HIVE was created for people with SQL background. The queries written is similar to SQL named as HIVEQL. HIVE was developed to process completely structured data. It is not used for ustructured data.
PIG on the other hand has its own query language i.e. PIG LATIN. It can be used for both structured as well as unstructured data.
Moving to the difference as when to use HIVE and when to use PIG, I don't think anyone other than the architect of PIG could say. Follow the link :
https://developer.yahoo.com/blogs/hadoop/comparing-pig-latin-sql-constructing-data-processing-pipelines-444.html
回答9:
Let me try to answer in few words.
Hadoop is an eco-system which comprises of all other tools. So, you can't compare Hadoop but you can compare MapReduce.
Here are my few cents:
- Hive: If your need is very SQLish meaning your problem statement can be catered by SQL, then the easiest thing to do would be to use Hive. The other case, when you would use hive is when you want a server to have certain structure of data.

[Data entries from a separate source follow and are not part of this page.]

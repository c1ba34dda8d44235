// SPDX-License-Identifier: GPL-2.0-or-later
#pragma once

#include <cstdint>
#include <span>
#include <string>
#include <vector>

#include "base/quantity.h"
#include "model/detail_spectrum.h"
#include "sphere/harmonics.h"

namespace foreglow {

/// Whose draw on a plane: the study's seed, a realization, and the patch's name.
struct PlaneKey {
    std::uint64_t seed = 0;
    int realization = 0;
    std::string patch;
};

/// Draws Gaussian fields on a flat square of pixels, by the Fourier transform of white noise on a torus at
/// least 1.5 times as wide, of which a corner is kept: nothing comes back at the opposite edge.
///
/// A mode of wave number |k| has the variance of C_l at l = |k| - 1/2, interpolated linearly, where |k| is
/// above the first one's; up to the corner of the Fourier plane, so that nothing is aliased. White noise is a
/// function of (seed, realization, patch, field, i, j).
class PlaneDraw {
  public:
    /// @param pixels  a side of what is kept
    PlaneDraw(int pixels, Angle pixel);

    /// Returns the highest l of the Fourier plane, at its corner.
    [[nodiscard]] int highest_l() const;
    /// Returns the variance of what intensity() draws.
    [[nodiscard]] double variance(std::span<const double> cl) const;
    /// @param cl  [l], l = 0..highest_l() or shorter; 0 where nothing shall be drawn
    /// @return    [pixels][pixels], x running fastest
    [[nodiscard]] std::vector<double> intensity(std::span<const double> cl, const PlaneKey& key) const;
    /// Returns Q and U against the plane's own axes, COSMO with south down and east to the left: with phi the
    /// angle of k from south towards east, Q = E cos 2 phi - B sin 2 phi, U = E sin 2 phi + B cos 2 phi. E
    /// shares the noise of intensity() by spectra.correlation.
    [[nodiscard]] StokesValues polarization(const DetailSpectra& spectra, const PlaneKey& key) const;

  private:
    [[nodiscard]] std::vector<double> white_noise(const PlaneKey& key, std::uint32_t field) const;
    [[nodiscard]] std::vector<double> cut(const std::vector<double>& torus) const;

    int pixels_, torus_;
    double side_;  // of a pixel [rad]
};

}  // namespace foreglow
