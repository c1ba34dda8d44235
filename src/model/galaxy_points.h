// SPDX-License-Identifier: GPL-2.0-or-later
#pragma once

#include <cstdint>
#include <memory>
#include <span>
#include <vector>

#include "model/galaxy_spec.h"
#include "model/point_values.h"
#include "sphere/grid.h"

namespace foreglow {

/// The built-in Galaxy at single pixels of a grid: only the lines of sight that are asked for are
/// integrated, at the frequencies that are asked for.
///
/// Index and curvature come from five frequencies around each (SpectralStencil, as make's truth). Where
/// Faraday rotation turns Q and U within a channel's band, its nodes are made as dense as make's. Lines of
/// sight are sampled with the usual 128 steps near the plane and 48 elsewhere.
class GalaxyPoints {
  public:
    /// The grid where none is asked for: from here on a pixel is one line of sight.
    static constexpr int usual_nside = 128;

    GalaxyPoints(const GalaxySpec& galaxy, Frequency reference, const HealpixGrid& grid, bool polarized);
    ~GalaxyPoints();
    GalaxyPoints(GalaxyPoints&&) noexcept;
    GalaxyPoints& operator=(GalaxyPoints&&) noexcept;

    /// Returns what pixels are in each row, [rows]; tables are made for the rows of the first call and kept.
    [[nodiscard]] std::vector<PointValues> answer(std::span<const std::int64_t> pixels,
                                                  std::span<const PointRow> rows) const;

  private:
    struct Impl;
    std::unique_ptr<Impl> impl_;
};

}  // namespace foreglow
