// SPDX-License-Identifier: GPL-2.0-or-later
#include "model/sketch_formulas.h"

#include <algorithm>
#include <array>
#include <cmath>

#include "base/constants.h"
#include "sphere/beam.h"

namespace foreglow {
namespace {

constexpr double degree = constants::pi / 180;

struct Loop {
    double lon, lat, diameter;  // deg, Berkhuijsen 1971
    double brightness;          // K_RJ of the ridge at the reference frequency, invented
    double bright_angle;        // deg from north through increasing longitude, invented
};
constexpr std::array<Loop, 4> loops{
    {{329, 17.5, 116, 22, 55}, {100, -32.5, 91, 5, 150}, {124, 15.5, 65, 9, 20}, {315, 48.5, 39.5, 4.5, 20}}};

Vector3 direction_of(double lon, double lat) {
    return {std::cos(lat) * std::cos(lon), std::cos(lat) * std::sin(lon), std::sin(lat)};
}

double dot(const Vector3& a, const Vector3& b) {
    return a[0] * b[0] + a[1] * b[1] + a[2] * b[2];
}

// A ring as wide as 5 % of its radius, brighter towards one side of its centre.
double loop_brightness(const Loop& loop, const Vector3& n) {
    const double lon = loop.lon * degree;
    const double lat = loop.lat * degree;
    const Vector3 centre = direction_of(lon, lat);
    const Vector3 north = {-std::sin(lat) * std::cos(lon), -std::sin(lat) * std::sin(lon), std::cos(lat)};
    const Vector3 east = {-std::sin(lon), std::cos(lon), 0};
    const double radius = 0.5 * loop.diameter * degree;
    const double separation = std::acos(std::clamp(dot(n, centre), -1.0, 1.0));
    const double position_angle = std::atan2(dot(n, east), dot(n, north));
    const double side = 0.5 * (1 + std::cos(position_angle - loop.bright_angle * degree));
    const double width = std::max(0.05 * radius, 1.5 * degree);
    const double offset = (separation - radius) / width;
    return loop.brightness * (0.15 + 0.85 * side * side) * std::exp(-0.5 * offset * offset);
}

// C_l ~ (l^2 + l0^2)^-power from l = 2 on, unit variance when summed to infinity, so that it is the same
// field at every nside.
std::vector<double> unit_spectrum(int lmax, double l0, double power) {
    const BeamWindow finest = make_gaussian_beam(Angle::from_degrees(sketch_finest_scale_deg), 2048);
    std::vector<double> cl(static_cast<std::size_t>(2049));
    double variance = 0;
    for (std::size_t l = 2; l < cl.size(); ++l) {
        const double ell = static_cast<double>(l);
        cl[l] = std::pow(ell * ell + l0 * l0, -power) * finest.temperature[l] * finest.temperature[l];
        variance += (2 * ell + 1) / (4 * constants::pi) * cl[l];
    }
    for (double& c : cl)
        c /= variance;
    cl.resize(std::min(cl.size(), static_cast<std::size_t>(lmax) + 1));
    return cl;
}

}  // namespace

double sketch_brightness(const SketchSpec& sketch, const Vector3& n) {
    const double sine = n[2];
    constexpr double softening = 0.12;  // of sin b, keeps the cosecant finite in the plane
    double t = 0;
    if (sketch.disc) {
        t += sketch.pole_brightness *
             std::sqrt((1 + softening * softening) / (sine * sine + softening * softening));
        const double latitude = std::asin(std::clamp(sine, -1.0, 1.0)) / sketch.plane_height.radians();
        const double towards_centre = 0.5 * (1 + n[0] / std::max(std::hypot(n[0], n[1]), 1e-12));
        const double bulge = std::pow(towards_centre, 4);
        t += sketch.plane_brightness * (1 + 4 * bulge) / std::cosh(latitude);
    }
    if (sketch.loops)
        for (const Loop& loop : loops)
            t += loop_brightness(loop, n);
    return t;
}

int sketch_lmax(const HealpixGrid& grid) {
    return std::min(2048, 2 * grid.nside());
}

Alm make_sketch_alm(const SketchSpec& sketch, const HealpixGrid& grid, SketchField field) {
    const bool is_law = field == SketchField::Index || field == SketchField::Curvature;
    const int lmax = sketch_lmax(grid);
    // l0: structure grows down to about 10 degrees
    const auto cl = unit_spectrum(lmax, 18, is_law ? 1.3 : 11.0 / 6);
    Alm alm = make_gaussian_alm(cl, lmax, {sketch.seed, 0, static_cast<std::uint32_t>(field)});
    if (field == SketchField::B)
        multiply_by_l(alm, std::vector<double>(static_cast<std::size_t>(lmax) + 1, std::sqrt(0.5)));
    return alm;
}

double sketch_intensity(const SketchSpec& sketch, const Vector3& n, double texture) {
    const double rms =
        sketch.texture ? sketch.texture_rms : 0.0;  // without a texture its mean needs no correction
    return sketch_brightness(sketch, n) * std::exp(rms * texture - 0.5 * rms * rms);
}

std::array<double, 2> sketch_stokes(const SketchSpec& sketch, const Vector3& n, double intensity,
                                    double random_q, double random_u) {
    constexpr double highest_fraction = 0.7;  // below the 75 % that no electron distribution exceeds by much
    const double latitude = std::asin(std::clamp(n[2], -1.0, 1.0)) / degree;
    const double fraction =
        sketch.polarized_fraction * (1 - 0.75 * std::exp(-0.5 * latitude * latitude / 36));
    const double q = fraction * (0.8 + 0.5 * random_q);
    const double u = fraction * 0.5 * random_u;
    const double cap = std::min(1.0, highest_fraction / std::max(std::hypot(q, u), 1e-30));
    return {intensity * cap * q, intensity * cap * u};
}

}  // namespace foreglow
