// SPDX-License-Identifier: GPL-2.0-or-later
#include "model/map_statistics.h"

#include <algorithm>
#include <cmath>

namespace foreglow {

void MapStatistics::add(std::span<const double> values) {
    for (const double value : values) {
        if (std::isnan(value)) {
            ++undefined;
            continue;
        }
        ++defined;
        negative += value < 0 ? 1 : 0;
        sum += value;
        sum_of_squares += value * value;
        lowest = std::min(lowest, value);
        highest = std::max(highest, value);
    }
}

void MapStatistics::merge(const MapStatistics& other) {
    defined += other.defined;
    undefined += other.undefined;
    negative += other.negative;
    sum += other.sum;
    sum_of_squares += other.sum_of_squares;
    lowest = std::min(lowest, other.lowest);
    highest = std::max(highest, other.highest);
}

double MapStatistics::rms() const {
    return defined > 0 ? std::sqrt(sum_of_squares / static_cast<double>(defined)) : 0.0;
}

}  // namespace foreglow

- Pig: If you are comfortable with Pig Latin and you need is more of the data pipelines. Also, your data lacks structure. In those cases, you could use Pig. Honestly there is not much difference between Hive & Pig with respect to the use cases.
- MapReduce: If your problem can not be solved by using SQL straight, you first should try to create UDF for Hive & Pig and then if the UDF is not solving the problem then getting it done via MapReduce makes sense.
回答10:
Pig: it is better to handle files and cleaning data
example: removing null values,string handling,unnecessary values
Hive: for querying on cleaned data
回答11:
1.We are using Hadoop for storing Large data (i.e.structure,Unstructure and Semistructure data ) in the form file format like txt,csv.
2.If We want columnar Updations in our data then we are using Hbase tool
3.In case of Hive , we are storing Big data which is in structured format
and in addition to that we are providing Analysis on that data.
4.Pig is tool which is using Pig latin language to analyze data which is in any format(structure,semistructure and unstructure).
回答12:
Cleansing Data in Pig is very easy,a suitable approach would be cleansing data through pig and then processing data through hive and later uploading it to hdfs.
回答13:
Use of Hive, Hbase and Pig w.r.t. my real time experience in different projects.
Hive is used mostly for:
--Analytics purpose where you need to do analysis on history data
--Generating business reports based on certain columns
--Efficiently managing the data together with metadata information
--Joining tables on certain columns which are frequently used by using bucketing concept
--Efficient Storing and querying using partitioning concept
--Not useful for transaction/row level operations like update, delete, etc.
Pig is mostly used for:
--Frequent data analysis on huge data
--Generating aggregated values/counts on huge data
--Generating enterprise level key performance indicators very frequently
Hbase is mostly used:
--For real time processing of data
--For efficiently managing Complex and nested schema
--For real time querying and faster result
--For easy Scalability with columns
--Useful for transaction/row level operations like update, delete, etc.